• _WORK REQUEST_: Please return the lines below verbatim, beginning at the one that has "def enthalpy(self) ->" and stopping after the one that has "def ln_phi(self) ->", and add no other lines.

• _AVAILABLE DATA_:
"""Ideal-gas enthalpy, entropy and Gibbs energy from NASA seven-coefficient polynomials.

H/RT = a1 + a2 T/2 + a3 T^2/3 + a4 T^3/4 + a5 T^4/5 + a6/T; S/R = a1 ln T + a2 T + a3 T^2/2 + a4 T^3/3 + a5 T^4/4 + a7
(McBride, Gordon & Reno, NASA TM-4513, 1993), standard pressure 1 bar. Coefficients are joined over the species before
they meet the temperature, so that a mixture's expression is hardly larger than a species'. Numbers pick the range of
their temperature; symbols use the lowest range, 200 to 1000 K, since an expression cannot choose.
"""

from __future__ import annotations

from collections.abc import Sequence
from typing import Any

import numpy as np

from optimiser.chemistry.maths import R, log
from optimiser.chemistry.species import Species


def _coefficient(species: Species, temperature: Any, k: int) -> Any:
    ranges = species.nasa
    if len(ranges) == 1 or not isinstance(temperature, int | float | np.ndarray):
        return ranges[0][2][k]
    if isinstance(temperature, np.ndarray):
        return np.where(temperature <= ranges[0][1], ranges[0][2][k], ranges[-1][2][k])
    return ranges[0 if temperature <= ranges[0][1] else -1][2][k]


def _joined(species: Sequence[Species], flows: Sequence[Any], temperature: Any, k: int) -> Any:
    """Sum over the species of flow times coefficient, leaving out what is zero."""
    terms = []
    for s, n in zip(species, flows, strict=True):
        coefficient = _coefficient(s, temperature, k)
        absent = isinstance(n, int | float) and n == 0.0
        if not absent and not (isinstance(coefficient, float) and coefficient == 0.0):
            terms.append(n * coefficient)
    return sum(terms) if terms else 0.0


def enthalpy_sum(species: Sequence[Species], flows: Sequence[Any], temperature: Any) -> Any:
    """Sum of flow times molar enthalpy; W for flows in mol/s and a temperature in K."""
    a = [_joined(species, flows, temperature, k) for k in range(6)]
    shift = sum(n * s.enthalpy_shift for s, n in zip(species, flows, strict=True) if s.enthalpy_shift)
    t = temperature / 1000.0
    c = (a[0] * 1e3, a[1] * 5e5, a[2] * (1e9 / 3.0), a[3] * 2.5e11, a[4] * 2e14)
    return R * (((((c[4] * t + c[3]) * t + c[2]) * t + c[1]) * t + c[0]) * t + a[5]) + shift


def entropy_sum(species: Sequence[Species], flows: Sequence[Any], temperature: Any) -> Any:
    """Sum of flow times standard molar entropy at 1 bar; W/K for flows in mol/s and a temperature in K."""
    a = [_joined(species, flows, temperature, k) for k in (0, 1, 2, 3, 4, 6)]
    t = temperature / 1000.0
    series = (((a[4] * 2.5e11 * t + a[3] * (1e9 / 3.0)) * t + a[2] * 5e5) * t + a[1] * 1e3) * t
    return R * (a[0] * log(temperature) + series + a[5])


def gibbs_sum(species: Sequence[Species], flows: Sequence[Any], temperature: Any) -> Any:
    """Sum of flow times standard molar Gibbs energy at 1 bar; W for flows in mol/s and a temperature in K."""
    return enthalpy_sum(species, flows, temperature) - temperature * entropy_sum(species, flows, temperature)
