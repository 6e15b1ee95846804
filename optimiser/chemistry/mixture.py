"""Species and equation of state together: the phase that beds, compressors, exchangers and flashes ask."""

from __future__ import annotations

from collections.abc import Sequence
from functools import cached_property
from typing import Any

from optimiser.chemistry.eos import Cubic, CubicMix, IdealMix
from optimiser.chemistry.maths import R, exp, log
from optimiser.chemistry.species import Species
from optimiser.chemistry.thermo import enthalpy_sum, entropy_sum

STANDARD_PRESSURE = 1e5


class Mixture:
    """Species of a model in order, with their equation of state.

    `vapour` is None for an ideal gas: then all gas is ideal but for phase equilibrium, which both phases keep to by the
    cubic equation of the liquid. `liquid=True` in `phase` asks for that equation.
    """

    def __init__(self, species: Sequence[Species], vapour: Cubic | None, liquid: Cubic) -> None:
        self.species = tuple(species)
        self.names = tuple(s.name for s in species)
        self.molar_mass = [s.molar_mass for s in species]
        self._vapour, self._liquid = vapour, liquid

    def carbon_flow(self, flows: Sequence[Any]) -> Any:
        """Carbon atoms in a stream, mol/s."""
        return sum(n * s.elements.get("C", 0.0) for n, s in zip(flows, self.species, strict=True))

    def phase(
        self,
        temperature: Any,
        pressure: Any,
        flows: Sequence[Any],
        compressibility: Any,
        liquid: bool = False,
    ) -> Phase:
        """A phase whose compressibility the caller gives: a number, or a variable tied by `Phase.residual`."""
        return Phase(self, temperature, pressure, flows, compressibility, liquid)

    def gas(self, temperature: float, pressure: float, flows: Sequence[float]) -> Phase:
        """The vapour root; numbers only."""
        return self._solved(temperature, pressure, flows, liquid=False)

    def liquid(self, temperature: float, pressure: float, flows: Sequence[float]) -> Phase:
        """The liquid root; numbers only."""
        return self._solved(temperature, pressure, flows, liquid=True)

    def condensing(self, temperature: float, pressure: float, flows: Sequence[float]) -> Phase:
        """The vapour root as phase equilibrium sees it: by the liquid's equation of state; numbers only."""
        phase = Phase(self, temperature, pressure, flows, 1.0, liquid=True)
        phase.compressibility = phase.mix.roots()[-1]
        return phase

    def _solved(self, temperature: float, pressure: float, flows: Sequence[float], *, liquid: bool) -> Phase:
        phase = Phase(self, temperature, pressure, flows, 1.0, liquid)
        roots = phase.mix.roots()
        phase.compressibility = roots[0] if liquid else roots[-1]
        return phase


class Phase:
    """A phase at a temperature (K), pressure (Pa), molar flows (mol/s) and compressibility."""

    def __init__(
        self,
        mixture: Mixture,
        temperature: Any,
        pressure: Any,
        flows: Sequence[Any],
        compressibility: Any,
        liquid: bool,
    ) -> None:
        self.mixture, self.temperature, self.pressure = mixture, temperature, pressure
        self.flows, self.compressibility, self._is_liquid = list(flows), compressibility, liquid

    @cached_property
    def total(self) -> Any:
        """Molar flow, mol/s."""
        return sum(self.flows)

    @cached_property
    def fractions(self) -> list[Any]:
        """Mole fractions."""
        return [n / self.total for n in self.flows]

    @cached_property
    def mix(self) -> CubicMix | IdealMix:
        """The equation of state at this state."""
        eos = self.mixture._liquid if self._is_liquid else self.mixture._vapour
        if eos is None:
            return IdealMix(len(self.flows))
        return eos.mix(self.temperature, self.pressure, self.fractions)

    @cached_property
    def mass(self) -> Any:
        """Mass flow, kg/s."""
        return sum(n * m for n, m in zip(self.flows, self.mixture.molar_mass, strict=True))

    @cached_property
    def residual(self) -> Any:
        """Zero where the compressibility is a root of the equation of state."""
        return self.mix.residual(self.compressibility)

    @cached_property
    def enthalpy(self) -> Any:
        """Enthalpy flow with formation enthalpies, W."""
        ideal = enthalpy_sum(self.mixture.species, self.flows, self.temperature)
        return ideal + self.total * self.mix.enthalpy_departure(self.compressibility)

    @cached_property
    def entropy_fixed(self) -> Any:
        """Entropy flow without the ideal mixing term, W/K: for changes at constant composition."""
        ideal = entropy_sum(self.mixture.species, self.flows, self.temperature)
        pressure = R * log(self.pressure / STANDARD_PRESSURE)
        return ideal + self.total * (self.mix.entropy_departure(self.compressibility) - pressure)

    @cached_property
    def entropy(self) -> Any:
        """Entropy flow, W/K; every species must be present."""
        mixing = sum(n * log(y) for n, y in zip(self.flows, self.fractions, strict=True))
        return self.entropy_fixed - R * mixing

    @cached_property
    def ln_phi(self) -> list[Any]:
        """Logarithms of the fugacity coefficients."""
        return self.mix.ln_phi(self.compressibility)

    @cached_property
    def ln_fugacity(self) -> list[Any]:
        """Logarithms of the fugacities in bar; every species must be present."""
        pressure = log(self.pressure / STANDARD_PRESSURE)
        return [log(y) + p + pressure for y, p in zip(self.fractions, self.ln_phi, strict=True)]

    @cached_property
    def fugacity(self) -> list[Any]:
        """Fugacities, bar; safe where a species is absent."""
        bar = self.pressure / STANDARD_PRESSURE
        ideal = isinstance(self.mix, IdealMix)
        return [
            y * bar if ideal else y * bar * exp(p) for y, p in zip(self.fractions, self.ln_phi, strict=True)
        ]

    @cached_property
    def volume(self) -> Any:
        """Volume flow, m3/s."""
        return self.total * self.compressibility * R * self.temperature / self.pressure

    @cached_property
    def density(self) -> Any:
        """kg/m3."""
        return self.mass / self.volume
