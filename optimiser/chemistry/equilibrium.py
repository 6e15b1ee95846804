"""Chemical equilibrium in plain numbers, and how far a gas is from it.

Newton's method in the extents with the fugacities of the mixture's equation of state, damped so that no flow turns
negative: no solver package and no symbols.
"""

from __future__ import annotations

from collections.abc import Sequence

import numpy as np
from numpy.typing import NDArray

from optimiser.chemistry.mixture import Phase
from optimiser.chemistry.reactions import Chemistry

Floats = NDArray[np.float64]
ITERATIONS = 200
TRACE = 1e-12


class NoEquilibrium(ArithmeticError):
    """The iteration did not settle; the message says at what state."""


def log_quotients(chemistry: Chemistry, phase: Phase) -> Floats:
    """Ln Q of each reaction, fugacities in bar."""
    logs = np.array([float(x) for x in phase.ln_fugacity])
    return np.array([np.dot(r.nu, np.where(np.array(r.nu) != 0, logs, 0.0)) for r in chemistry.reactions])


def equilibrium_extents(
    chemistry: Chemistry, flows: Sequence[float], temperature: float, pressure: float, shift: float = 0.0
) -> Floats:
    """Extents of the reactions at equilibrium, mol/s, shape (reactions,).

    Args:
        flows: of the gas that reacts, mol/s; a species may be absent.
        temperature: K.
        pressure: Pa.
        shift: kelvin added to the temperature for the equilibrium constants alone, for a stated approach.

    Raises:
        NoEquilibrium: after 200 iterations.
    """
    nu = np.array([r.nu for r in chemistry.reactions])
    ln_k = np.array([float(r.ln_k(temperature + shift)) for r in chemistry.reactions])
    start = np.array(flows, dtype=float)
    floor = TRACE * float(start.sum())
    extents = _interior(nu, start, floor)
    for _ in range(ITERATIONS):
        amounts = np.maximum(start + extents @ nu, floor)
        phase = chemistry.mixture.gas(temperature, pressure, amounts.tolist())
        gap = log_quotients(chemistry, phase) - ln_k
        step = np.linalg.solve(_slopes(nu, amounts), -gap)
        share = _largest_step(amounts, step @ nu)
        extents = extents + share * step
        if np.max(np.abs(step)) < 1e-12 * float(start.sum()) and share == 1.0:
            return extents
    raise NoEquilibrium(f"no chemical equilibrium found at {temperature:.2f} K and {pressure / 1e5:.4g} bar")


def _slopes(nu: Floats, amounts: Floats) -> Floats:
    """d(ln Q)/d(extent) of an ideal gas: a positive definite stand-in for the real one."""
    return np.asarray((nu / amounts) @ nu.T - np.outer(nu.sum(axis=1), nu.sum(axis=1)) / amounts.sum())


def _interior(nu: Floats, start: Floats, floor: float) -> Floats:
    """Extents from which every reacting species is present, as far as the elements allow; one reaction at a time."""
    extents = np.zeros(len(nu))
    for r, row in enumerate(nu):
        amounts = start + extents @ nu
        forward = min((amounts[k] / -row[k] for k in np.flatnonzero(row < 0)), default=0.0)
        backward = min((amounts[k] / row[k] for k in np.flatnonzero(row > 0)), default=0.0)
        if backward <= 100.0 * floor and forward > 0:
            extents[r] += 0.1 * forward
        elif forward <= 100.0 * floor and backward > 0:
            extents[r] -= 0.1 * backward
    return extents


def _largest_step(amounts: Floats, change: Floats) -> float:
    """Part of a step that takes no flow further than nine tenths of the way to zero."""
    falling = change < 0
    if not np.any(falling):
        return 1.0
    return float(min(1.0, 0.9 * np.min(amounts[falling] / -change[falling])))


def approach_fraction(
    chemistry: Chemistry,
    inlet: Sequence[float],
    extents: Sequence[float],
    temperature: float,
    pressure: float,
) -> list[float]:
    """Extent made over extent at equilibrium at an outlet's temperature and pressure, for each reaction."""
    most = equilibrium_extents(chemistry, inlet, temperature, pressure)
    return [float(x / m) for x, m in zip(extents, most, strict=True)]


def approach_temperature(
    chemistry: Chemistry, phase: Phase, temperature: float, pressure: float
) -> list[float]:
    """Kelvin between a gas and the temperature at which it would be at equilibrium; positive when short of it."""
    quotients = log_quotients(chemistry, phase)
    return [
        _approach(reaction, float(q), temperature)
        for reaction, q in zip(chemistry.reactions, quotients, strict=True)
    ]


def _approach(reaction: object, quotient: float, temperature: float) -> float:
    """Secant on ln K(T) = ln Q in 1/T, in which ln K is nearly straight."""
    ln_k = reaction.ln_k  # type: ignore[attr-defined]
    exothermic = reaction.enthalpy(temperature) < 0  # type: ignore[attr-defined]
    x0, x1 = 1.0 / temperature, 1.0 / (temperature + 5.0)
    g0, g1 = float(ln_k(1.0 / x0)) - quotient, float(ln_k(1.0 / x1)) - quotient
    for _ in range(50):
        if g1 == g0:
            break
        x0, x1 = x1, min(max(x1 - g1 * (x1 - x0) / (g1 - g0), 1.0 / 5000.0), 1.0 / 150.0)
        g0, g1 = g1, float(ln_k(1.0 / x1)) - quotient
        if abs(g1) < 1e-12:
            break
    there = 1.0 / x1
    return there - temperature if exothermic else temperature - there
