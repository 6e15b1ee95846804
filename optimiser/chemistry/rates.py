"""Rate laws as data: r = k prod f^a (1 - (Q/K)^n) K^j / prod D^m, written multiplied out.

Forward minus reverse, with the powers of each species joined and zero powers dropped: as a product with Q, a species
that is absent would give 0 times infinity. A species that may be absent and stands under a negative or broken power is
guarded: g(f) = (f + sqrt(f^2 + 4 d^2))/2 with d small beside any partial pressure that matters.
"""

from __future__ import annotations

from collections.abc import Mapping, Sequence
from dataclasses import dataclass, field
from typing import Any

from optimiser.chemistry.maths import exp, power, sqrt


@dataclass(frozen=True)
class Arrhenius:
    """A exp(-E/(R T)): `log_factor` is ln A in the law's own units, `activation` is E/R in K."""

    log_factor: float
    activation: float

    def at(self, temperature: Any, shift: Any = 0.0) -> Any:
        """The constant times exp(shift); the logarithms are added first, so that nothing overflows."""
        return exp(self.log_factor - self.activation / temperature + shift)


@dataclass(frozen=True)
class Adsorption:
    """One factor of the denominator: (1 + sum of constants times powers) to `exponent`."""

    terms: tuple[tuple[Arrhenius, Mapping[int, float]], ...]
    exponent: float


@dataclass(frozen=True)
class RateLaw:
    """One reaction's law.

    Attributes:
        constant: k.
        powers: exponent a of each species, by position.
        driving_power: n of (Q/K)^n; None for an irreversible reaction.
        equilibrium_power: j of K^j.
        nu: stoichiometric numbers of the reaction, in species order.
        pressure_unit: Pa in one unit of the law's pressure.
        rate_unit: mol/(m3 s) in one unit of the law's rate, bed volume, with any stated factor.
        guard: d, in the law's pressure unit.
        guarded: species that the guard applies to, by position.
    """

    constant: Arrhenius
    powers: Mapping[int, float]
    driving_power: float | None
    equilibrium_power: float
    nu: Sequence[float]
    pressure_unit: float
    rate_unit: float
    guard: float
    guarded: frozenset[int]
    adsorption: tuple[Adsorption, ...] = field(default=())

    def rate(self, fugacity_bar: Sequence[Any], temperature: Any, ln_k: Any) -> Any:
        """Rate of the reaction's extent, mol/(m3 s), before activity and effectiveness.

        Args:
            fugacity_bar: fugacity of each species, bar.
            temperature: K.
            ln_k: logarithm of the equilibrium constant of the reaction at 1 bar.
        """
        f = [self._guarded(k, x * (1e5 / self.pressure_unit)) for k, x in enumerate(fugacity_bar)]
        ln_k = ln_k + self._standard_shift()
        forward = self._term(f, temperature, ln_k * self.equilibrium_power, self.powers)
        if self.driving_power is not None:
            reverse = {
                k: self.powers.get(k, 0.0) + self.driving_power * nu
                for k, nu in enumerate(self.nu)
                if nu or k in self.powers
            }
            shift = ln_k * (self.equilibrium_power - self.driving_power)
            forward = forward - self._term(f, temperature, shift, reverse)
        for factor in self.adsorption:
            forward = forward / power(self._denominator(factor, f, temperature), factor.exponent)
        return forward * self.rate_unit

    def _standard_shift(self) -> float:
        """Ln of what turns K in bar into K in the law's pressure unit."""
        import math

        return sum(self.nu) * math.log(1e5 / self.pressure_unit)

    def _guarded(self, k: int, f: Any) -> Any:
        if self.guard == 0.0 or k not in self.guarded:
            return f
        return (f + sqrt(f * f + 4.0 * self.guard * self.guard)) / 2.0

    def _term(self, f: Sequence[Any], temperature: Any, shift: Any, powers: Mapping[int, float]) -> Any:
        term = self.constant.at(temperature, shift)
        below: Any = None
        for k, a in powers.items():
            if a > 0:
                term = term * power(f[k], a)
            elif a < 0:
                below = power(f[k], -a) if below is None else below * power(f[k], -a)
        return term if below is None else term / below

    @staticmethod
    def _denominator(factor: Adsorption, f: Sequence[Any], temperature: Any) -> Any:
        total: Any = 1.0
        for constant, powers in factor.terms:
            term = constant.at(temperature)
            for k, a in powers.items():
                term = term * power(f[k], a)
            total = total + term
        return total
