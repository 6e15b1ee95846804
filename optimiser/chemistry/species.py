"""A species: formula, ideal-gas polynomials and critical constants."""

from __future__ import annotations

from collections.abc import Mapping
from dataclasses import dataclass

from optimiser.chemistry.maths import R

# Enthalpies of formation at 298.15 K that a heat of combustion ends in, J/mol (CODATA, ideal gas for water).
_FORMATION = {"C": -393510.0, "H": -241826.0 / 2.0, "N": 0.0, "Ar": 0.0, "He": 0.0, "O": 0.0}


@dataclass(frozen=True)
class Species:
    """Constants of one species.

    Attributes:
        elements: atoms of each element in one molecule.
        molar_mass: kg/mol.
        nasa: (lowest temperature, highest temperature, seven coefficients) of each range, ascending, K.
        critical_temperature, critical_pressure, acentric: K, Pa, -.
        enthalpy_shift: added to the polynomials' enthalpy (and so to the Gibbs energy), J/mol.
    """

    name: str
    elements: Mapping[str, float]
    molar_mass: float
    nasa: tuple[tuple[float, float, tuple[float, ...]], ...]
    critical_temperature: float
    critical_pressure: float
    acentric: float
    enthalpy_shift: float = 0.0

    def formation_enthalpy(self) -> float:
        """Standard enthalpy of formation at 298.15 K with the shift, J/mol."""
        a, t = self.nasa[0][2], 298.15
        series = a[0] + t * (a[1] / 2 + t * (a[2] / 3 + t * (a[3] / 4 + t * a[4] / 5))) + a[5] / t
        return R * t * series + self.enthalpy_shift

    @property
    def lhv(self) -> float:
        """Lower heating value, J/mol: burnt to CO2, water vapour and N2 at 298.15 K; 0 for what does not burn."""
        if not self.elements.keys() <= _FORMATION.keys():
            return 0.0
        burnt = sum(_FORMATION[element] * count for element, count in self.elements.items())
        return max(self.formation_enthalpy() - burnt, 0.0) if self.elements.keys() & {"C", "H"} else 0.0
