"""Cubic equations of state in their common two-parameter form, and the ideal gas.

P = RT/(v - b) - a/((v + d1 b)(v + d2 b)), with d1, d2 = 1, 0 for Soave (1972) and 1 +- sqrt(2) for Peng and Robinson
(1976); a by Soave's alpha function, mixing by van der Waals one-fluid rules with binary parameters.
"""

from __future__ import annotations

import math
from collections.abc import Sequence
from dataclasses import dataclass
from typing import Any

from optimiser.chemistry.maths import R, log, sqrt


@dataclass(frozen=True)
class CubicKind:
    """Constants of one cubic equation of state."""

    omega_a: float
    omega_b: float
    delta_1: float
    delta_2: float
    slope: tuple[float, float, float]


KINDS = {
    "srk": CubicKind(0.42748023, 0.08664035, 1.0, 0.0, (0.480, 1.574, -0.176)),
    "pr": CubicKind(0.45723553, 0.07779607, 1.0 + 2**0.5, 1.0 - 2**0.5, (0.37464, 1.54226, -0.26992)),
}


class Cubic:
    """A cubic equation of state of a mixture.

    Args:
        kind: "srk" or "pr".
        critical_temperature: K, one for each species.
        critical_pressure: Pa.
        acentric: acentric factors.
        binary: symmetric binary parameters (k0, k1), k = k0 + k1 (T - 273.15 K).
    """

    def __init__(
        self,
        kind: str,
        critical_temperature: Sequence[float],
        critical_pressure: Sequence[float],
        acentric: Sequence[float],
        binary: Sequence[Sequence[tuple[float, float]]],
    ) -> None:
        self.kind = KINDS[kind]
        self._b = [
            self.kind.omega_b * R * tc / pc
            for tc, pc in zip(critical_temperature, critical_pressure, strict=True)
        ]
        c0, c1, c2 = self.kind.slope
        # sqrt(a alpha) = p - q sqrt(T) for Soave's alpha: linear in the root of the temperature.
        self._p, self._q = [], []
        for tc, pc, w in zip(critical_temperature, critical_pressure, acentric, strict=True):
            root_a = math.sqrt(self.kind.omega_a * R * R * tc * tc / pc)
            m = c0 + c1 * w + c2 * w * w
            self._p.append(root_a * (1.0 + m))
            self._q.append(root_a * m / math.sqrt(tc))
        self._binary = binary

    def mix(self, temperature: Any, pressure: Any, fractions: Sequence[Any]) -> CubicMix:
        """Mixture parameters at a state."""
        return CubicMix(self, temperature, pressure, fractions)


class CubicMix:
    """A mixture at a temperature, pressure and composition; everything that its properties share."""

    def __init__(self, eos: Cubic, temperature: Any, pressure: Any, fractions: Sequence[Any]) -> None:
        self.eos, self.fractions, self.temperature = eos, fractions, temperature
        root_t = sqrt(temperature)
        roots = [p - q * root_t for p, q in zip(eos._p, eos._q, strict=True)]
        slopes = [-0.5 * q / root_t for q in eos._q]
        count = len(roots)
        weighted = [y * s for y, s in zip(fractions, roots, strict=True)]
        weighted_slopes = [y * s for y, s in zip(fractions, slopes, strict=True)]
        self.pair_sums, self.slope_sums, binary_slope = [], [], 0.0
        shift = temperature - 273.15
        for i in range(count):
            total, slope = 0.0, 0.0
            for j in range(count):
                k0, k1 = eos._binary[i][j]
                keep = 1.0 - k0 if k1 == 0.0 else 1.0 - k0 - k1 * shift
                total = total + keep * weighted[j]
                slope = slope + keep * weighted_slopes[j]
                if k1 != 0.0:
                    binary_slope = binary_slope - k1 * weighted[i] * weighted[j]
            self.pair_sums.append(roots[i] * total)
            self.slope_sums.append((total, slope))
        a = sum(y * s for y, s in zip(fractions, self.pair_sums, strict=True))
        slope_a = (
            2.0 * sum(w * t for w, (t, _) in zip(weighted_slopes, self.slope_sums, strict=True))
            + binary_slope
        )
        b = sum(y * bi for y, bi in zip(fractions, eos._b, strict=True))
        rt = R * temperature
        self.a, self.b, self.slope_a, self.rt = a, b, slope_a, rt
        self.big_a, self.big_b = a * pressure / (rt * rt), b * pressure / rt

    def coefficients(self) -> tuple[Any, Any, Any]:
        """c2, c1, c0 of Z^3 + c2 Z^2 + c1 Z + c0."""
        big_a, big_b = self.big_a, self.big_b
        total = self.eos.kind.delta_1 + self.eos.kind.delta_2
        product = self.eos.kind.delta_1 * self.eos.kind.delta_2
        square = big_b * big_b
        c2 = (total - 1.0) * big_b - 1.0
        c1 = big_a - total * big_b + (product - total) * square
        c0 = -(big_a * big_b) - product * square * (big_b + 1.0)
        return c2, c1, c0

    def residual(self, root: Any) -> Any:
        """The cubic in the compressibility, zero at each root."""
        c2, c1, c0 = self.coefficients()
        return ((root + c2) * root + c1) * root + c0

    def _attraction(self, root: Any) -> Any:
        kind = self.eos.kind
        upper = root + kind.delta_1 * self.big_b
        lower = root + kind.delta_2 * self.big_b if kind.delta_2 else root
        return log(upper / lower) / (kind.delta_1 - kind.delta_2)

    def ln_phi(self, root: Any) -> list[Any]:
        """Logarithms of the fugacity coefficients."""
        attraction = self._attraction(root) / (self.b * self.rt)
        repulsion = log(root - self.big_b)
        part = ((root - 1.0) + self.a * attraction) / self.b
        return [
            bi * part - repulsion - 2.0 * attraction * s
            for bi, s in zip(self.eos._b, self.pair_sums, strict=True)
        ]

    def enthalpy_departure(self, root: Any) -> Any:
        """H - H(ideal gas), J/mol."""
        pull = (self.temperature * self.slope_a - self.a) / self.b
        return self.rt * (root - 1.0) + pull * self._attraction(root)

    def entropy_departure(self, root: Any) -> Any:
        """S - S(ideal gas at the same temperature and pressure), J/mol/K."""
        return R * log(root - self.big_b) + self.slope_a / self.b * self._attraction(root)

    def roots(self) -> list[float]:
        """Real roots above B, ascending; numbers only, by Cardano's formulas and two Newton steps."""
        c2, c1, c0 = (float(c) for c in self.coefficients())
        found = [_polished(z, c2, c1, c0) for z in _cubic_roots(c2, c1, c0)]
        return sorted(z for z in found if z > float(self.big_b))


def _cubic_roots(c2: float, c1: float, c0: float) -> list[float]:
    """Real roots of z^3 + c2 z^2 + c1 z + c0."""
    third = c2 / 3.0
    q = third * third - c1 / 3.0
    r = third**3 - third * c1 / 2.0 + c0 / 2.0
    if r * r < q**3:
        angle, size = math.acos(max(-1.0, min(1.0, r / math.sqrt(q**3)))), -2.0 * math.sqrt(q)
        return [size * math.cos((angle + 2.0 * math.pi * k) / 3.0) - third for k in (0, 1, -1)]
    big = -math.copysign(math.cbrt(abs(r) + math.sqrt(r * r - q**3)), r)
    return [big + (q / big if big else 0.0) - third]


def _polished(z: float, c2: float, c1: float, c0: float) -> float:
    for _ in range(2):
        slope = (3.0 * z + 2.0 * c2) * z + c1
        if slope == 0.0:
            break
        z -= (((z + c2) * z + c1) * z + c0) / slope
    return z


class IdealMix:
    """The ideal gas with the interface of `CubicMix`."""

    def __init__(self, count: int) -> None:
        self.count = count

    def residual(self, root: Any) -> Any:
        """Zero at a compressibility of 1."""
        return root - 1.0

    def ln_phi(self, root: Any) -> list[Any]:
        """Zero for every species."""
        return [0.0] * self.count

    def enthalpy_departure(self, root: Any) -> Any:
        """Zero, J/mol."""
        return 0.0

    def entropy_departure(self, root: Any) -> Any:
        """Zero, J/mol/K."""
        return 0.0

    def roots(self) -> list[float]:
        """The one root."""
        return [1.0]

• _TASK RESPONSE_:
    def enthalpy(self) -> Any:
        """Enthalpy flow with formation enthalpies, W."""
        ideal = enthalpy_sum(self.mixture.species, self.flows, self.temperature)
        return ideal + self.total * self.mix.enthalpy_departure(self.compressibility)

    @cached_property
    def entropy_fixed(self) -> Any:
        """Entropy flow without the ideal mixing term, W/K: for changes at constant composition."""
        ideal = entropy_sum(self.mixture.species, self.flows, self.temperature)
        pressure = R * log(self.pressure / STANDARD_PRESSURE)
        return ideal + self.total * (self.mix.entropy_departure(self.compressibility) - pressure)

    @cached_property
    def entropy(self) -> Any:
        """Entropy flow, W/K; every species must be present."""
        mixing = sum(n * log(y) for n, y in zip(self.flows, self.fractions, strict=True))
        return self.entropy_fixed - R * mixing

    @cached_property
    def ln_phi(self) -> list[Any]:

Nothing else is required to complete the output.